#### Listed records
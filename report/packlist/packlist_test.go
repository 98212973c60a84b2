package packlist

import (
	"bytes"
	"encoding/csv"
	"math"
	"os"
	"slices"
	"strings"
	"testing"

	"sailby/plan"
	"sailby/tasks"
	"sailby/tasks/expand"
	"sailby/tasks/jobfile"
)

const sluice = "../../testdata/jobs/sluice/job.yaml"

// listOf makes the list of a job without a plan.
func listOf(t *testing.T, text string) *List {
	t.Helper()
	job, err := jobfile.ReadBytes("job.yaml", []byte(text), nil)
	if err != nil {
		t.Fatal(err)
	}
	w, faults := expand.Expand(job, expand.Basis{})
	if len(faults) > 0 {
		t.Fatal(faults)
	}
	return Make(&plan.Answer{Work: w})
}

func textOf(t *testing.T) string {
	t.Helper()
	data, err := os.ReadFile(sluice)
	if err != nil {
		t.Fatal(err)
	}
	return string(data)
}

func (l *List) find(t *testing.T, what string) Item {
	t.Helper()
	i := slices.IndexFunc(l.Items, func(it Item) bool { return it.What == what })
	if i < 0 {
		t.Fatalf("%q is not on the list", what)
	}
	return l.Items[i]
}

// What only the site joins travels in two pieces; what stays or was always there does not travel.
func TestLoadsTravelAsTheyHangTogether(t *testing.T) {
	l := listOf(t, textOf(t))
	skin, braces := l.find(t, "gate: skin"), l.find(t, "gate: braces")
	if math.Abs(skin.Mass-282.6) > 0.05 || !skin.Stops { // 2 x 1.8 x 0.01 m x 7850 kg/m3
		t.Errorf("skin: %+v", skin)
	}
	if braces.Mass < 115 || braces.Mass > 125 { // 4 x 1.8 m of about 17 kg/m
		t.Errorf("braces: %+v", braces)
	}
	for _, it := range l.Items {
		if strings.Contains(it.What, "old gate:") || it.What == "old gate" || it.What == "shop hoist" {
			t.Errorf("%s is on the list", it.What)
		}
	}
}

// The load list is 40 kg over the van alone; with the trailer it goes, and nothing is over a payload.
func TestVanAloneIsFortyOver(t *testing.T) {
	text := textOf(t)
	var kept []string
	for _, line := range strings.Split(text, "\n") {
		if !strings.HasPrefix(line, "  trailer:") {
			kept = append(kept, line)
		}
	}
	alone := listOf(t, strings.Join(kept, "\n"))
	if alone.OK || !alone.Proved || !strings.Contains(alone.Reason, "40 kg over the 709 kg") || !strings.Contains(alone.Nearest, "at least 40 kg") {
		t.Errorf("alone: %v %q %q", alone.OK, alone.Reason, alone.Nearest)
	}
	both := listOf(t, text)
	if !both.OK || len(both.Vehicles) != 2 {
		t.Fatalf("both: %+v", both)
	}
	sum := 0.0
	for _, v := range both.Vehicles {
		goods := 0.0
		for _, g := range v.Goods {
			goods += g.Mass
		}
		if math.Abs(goods-v.Mass) > 0.11 || v.Mass > v.Payload {
			t.Errorf("%s: %v kg of goods, %v kg said, %v kg of payload", v.Name, goods, v.Mass, v.Payload)
		}
		sum += goods
	}
	if math.Abs(sum-both.Mass) > 0.2 {
		t.Errorf("the vehicles take %v kg, the list comes to %v kg", sum, both.Mass)
	}
	for _, it := range both.Items {
		if it.Mass > 0 && len(it.Where) == 0 {
			t.Errorf("%s has no vehicle", it.What)
		}
	}
}

// Rules are flagged with both numbers and decide nothing; the ferry's band is that of van and trailer.
func TestFlags(t *testing.T) {
	l := listOf(t, textOf(t))
	all := strings.Join(append(slices.Clone(l.Flags), l.Notes...), "\n")
	for _, want := range []string{"3 bottles of gas is over 2 bottles", "declare 24 h before sailing", `books as "van and trailer"`} {
		if !strings.Contains(all, want) {
			t.Errorf("nothing says %q:\n%s", want, all)
		}
	}
	l = listOf(t, strings.Replace(textOf(t), "drive: 9 h,", "drive: 2 h,", 1))
	if all := strings.Join(l.Flags, "\n"); !strings.Contains(all, "Brede drives 180 min against 120 min") {
		t.Errorf("driving: %s", all)
	}
	if !l.OK {
		t.Error("a flag decides")
	}
}

const small = `job: Small
zone: Europe/London
places: {shop: {open: always}, pier: {open: always}}
window: {place: pier, opens: 2027-04-05 08:00, closes: 2027-04-19 18:00}
people: {Tom: {tickets: [{weld: all}, painter, fire watch]}, Ann: {tickets: [fire watch]}}
paints: {primer: {kind: two-pack epoxy, packs: [1 L, 5 L]}}
`

// Sums come before rounding: two coats that each want less than a litre share a tin.
func TestRoundedOnceAfterTheSum(t *testing.T) {
	one := small + "tasks:\n  a: {kind: coat, at: pier, area: 1 m2, coats: primer}\n"
	two := one + "  b: {kind: coat, at: pier, area: 1 m2, coats: primer}\n"
	a, b := listOf(t, one).find(t, "paint primer"), listOf(t, two).find(t, "paint primer")
	if !strings.Contains(a.Amount, "tins 1 of 1 L") || !strings.Contains(b.Amount, "tins 1 of 1 L") {
		t.Errorf("one coat: %s; two coats: %s: both fill one tin", a.Amount, b.Amount)
	}
	if len(b.For) != 2 {
		t.Errorf("for %v", b.For)
	}
}

// Sizes that the job file gives count; the longest beginning of the name wins; an allowance comes on
// what has no spare of its own.
func TestPacksAndAllowance(t *testing.T) {
	weld := "tasks: {w: {kind: weld, at: pier, joints: [{fillet: {leg: 8 mm}, length: 20 m}]}}\n"
	m := &maker{job: &tasks.Job{Packing: tasks.Packing{Packs: map[string]float64{"elec": 10, "electrodes 3": 2.5, "primer": 20}}}}
	for what, want := range map[string]float64{"electrodes 3.2 mm": 2.5, "electrodes 4 mm": 10, "paint primer": 20} {
		if got, ok := m.packOf(what); !ok || got != want {
			t.Errorf("%s: %v %v", what, got, ok)
		}
	}
	if _, ok := m.packOf("wire"); ok {
		t.Error("wire has a pack size that nobody gave")
	}
	l := listOf(t, small+weld)
	var rods Item
	for _, it := range l.Items {
		if strings.Contains(it.What, "electrodes") {
			rods = it
		}
	}
	if rods.Mass < 5 || !strings.Contains(rods.Amount, "spare") {
		t.Errorf("20 m of 8 mm fillet: %+v", rods)
	}
}

// A box weighs itself and what is in it, and stands for it on the bed.
func TestBoxes(t *testing.T) {
	l := listOf(t, textOf(t))
	for _, b := range l.Boxes {
		sum := map[string]float64{"weld box": 4, "paint box": 3}[b.Name]
		for _, what := range b.Items {
			sum += l.find(t, what).Mass
		}
		if math.Abs(sum-b.Mass) > 0.11 || b.Where == "" {
			t.Errorf("%s: %v kg in %q, its things come to %v kg", b.Name, b.Mass, b.Where, sum)
		}
	}
	if len(l.Boxes) != 2 {
		t.Errorf("boxes: %v", l.Boxes)
	}
}

// Every row of the table has every column, and nothing in it runs as a formula.
func TestCSV(t *testing.T) {
	text := strings.Replace(textOf(t), "    pins and keys:", "    \"=HYPERLINK(1)\": {mass: 1 kg}\n    pins and keys:", 1)
	l := listOf(t, text)
	var b bytes.Buffer
	if err := l.CSV(&b); err != nil {
		t.Fatal(err)
	}
	rows, err := csv.NewReader(&b).ReadAll()
	if err != nil || len(rows) != len(l.Items)+1 {
		t.Fatalf("%d rows for %d things: %v", len(rows), len(l.Items), err)
	}
	for _, r := range rows {
		for _, cell := range r {
			if cell != "" && strings.ContainsAny(cell[:1], "=+-@") {
				t.Errorf("%q would run as a formula", cell)
			}
		}
	}
}

func TestNothingToList(t *testing.T) {
	if Make(nil) != nil || Make(&plan.Answer{}) != nil {
		t.Error("a list of nothing")
	}
}

const ferried = `job: Beam
zone: Europe/London
places: {shop: {open: Mon-Fri 07:30-17:30}, pier: {open: daily 08:00-18:00}}
window: {place: pier, opens: 2027-04-05 08:00, closes: 2027-04-09 18:00}
people: {Tom: {tickets: [slinger/signaller, lift supervisor]}, Ann: {}}
kit:
  chain hoist: {rated: 1 t, mass: 24 kg, spare: lever hoist}
  lever hoist: {rated: 1 t, mass: 11 kg}
  oxygen: {class: oxygen, of it: 50, mass: 80 kg}
  acetylene: {class: acetylene, of it: 40, mass: 70 kg}
assemblies: {beam: {mass: 250 kg}, frame: {mass: 100 kg}, stump: {mass: 90 kg, old: yes}}
tasks:
  make frame: {at: shop, hours: 1 h, kind: fit-up, part: frame}
  frame in: {kind: lift, at: pier, lifts: frame, by: chain hoist, after: make frame}
  beam in: {kind: lift, at: pier, lifts: beam, by: chain hoist}
  free stump: {at: pier, hours: 1 h}
  stump out: {kind: lift, at: pier, lifts: stump, by: chain hoist, proved free by: free stump}
  burn: {at: pier, hours: 1 h, kit: [oxygen, acetylene]}
carriage: {ferry gas: {class: acetylene, most: 20, unit: L, not with: oxygen}}
`

// An assembly that no task at home has to do with is told of, an old one is not; kit that is named as a spare goes
// along and does not stop the job.
func TestWhatIsNotTakenIsTold(t *testing.T) {
	l := listOf(t, ferried)
	notes := strings.Join(l.Notes, "\n")
	if !strings.Contains(notes, "beam is not on this list") || strings.Contains(notes, "stump") || strings.Contains(notes, "frame") {
		t.Error(notes)
	}
	spare := l.find(t, "lever hoist")
	if spare.Mass != 11 || spare.Stops || len(spare.For) != 1 || spare.For[0] != "chain hoist, as its spare" {
		t.Errorf("%+v", spare)
	}
	if !l.find(t, "chain hoist").Stops {
		t.Error("the only hoist does not stop the job")
	}
	for _, it := range listOf(t, strings.Replace(ferried, ", spare: lever hoist", "", 1)).Items {
		if it.What == "lever hoist" {
			t.Errorf("nothing asks for it: %+v", it)
		}
	}
}

// Rules of carriage are flagged whether the goods fit, fit in more runs, or do not fit at all.
func TestCarriageIsFlaggedWhateverFits(t *testing.T) {
	for name, payload := range map[string]string{"fits": "900 kg", "in two runs": "200 kg", "not at all": "60 kg"} {
		l := listOf(t, ferried+"vehicles: {van: {payload: "+payload+", bed: [4 m, 1.7 m, 1.8 m]}}\n")
		if flags := strings.Join(l.Flags, "\n"); !strings.Contains(flags, "40 L of acetylene is over 20 L") || l.OK != (name == "fits") {
			t.Errorf("%s: %v %v", name, l.OK, l.Flags)
		}
	}
}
########
### Aim of the exercise
Wherever the word "Answer" turns up in a line of the entries above, copy that line.

### Response to this exercise
	return Make(&plan.Answer{Work: w})
	if Make(nil) != nil || Make(&plan.Answer{}) != nil {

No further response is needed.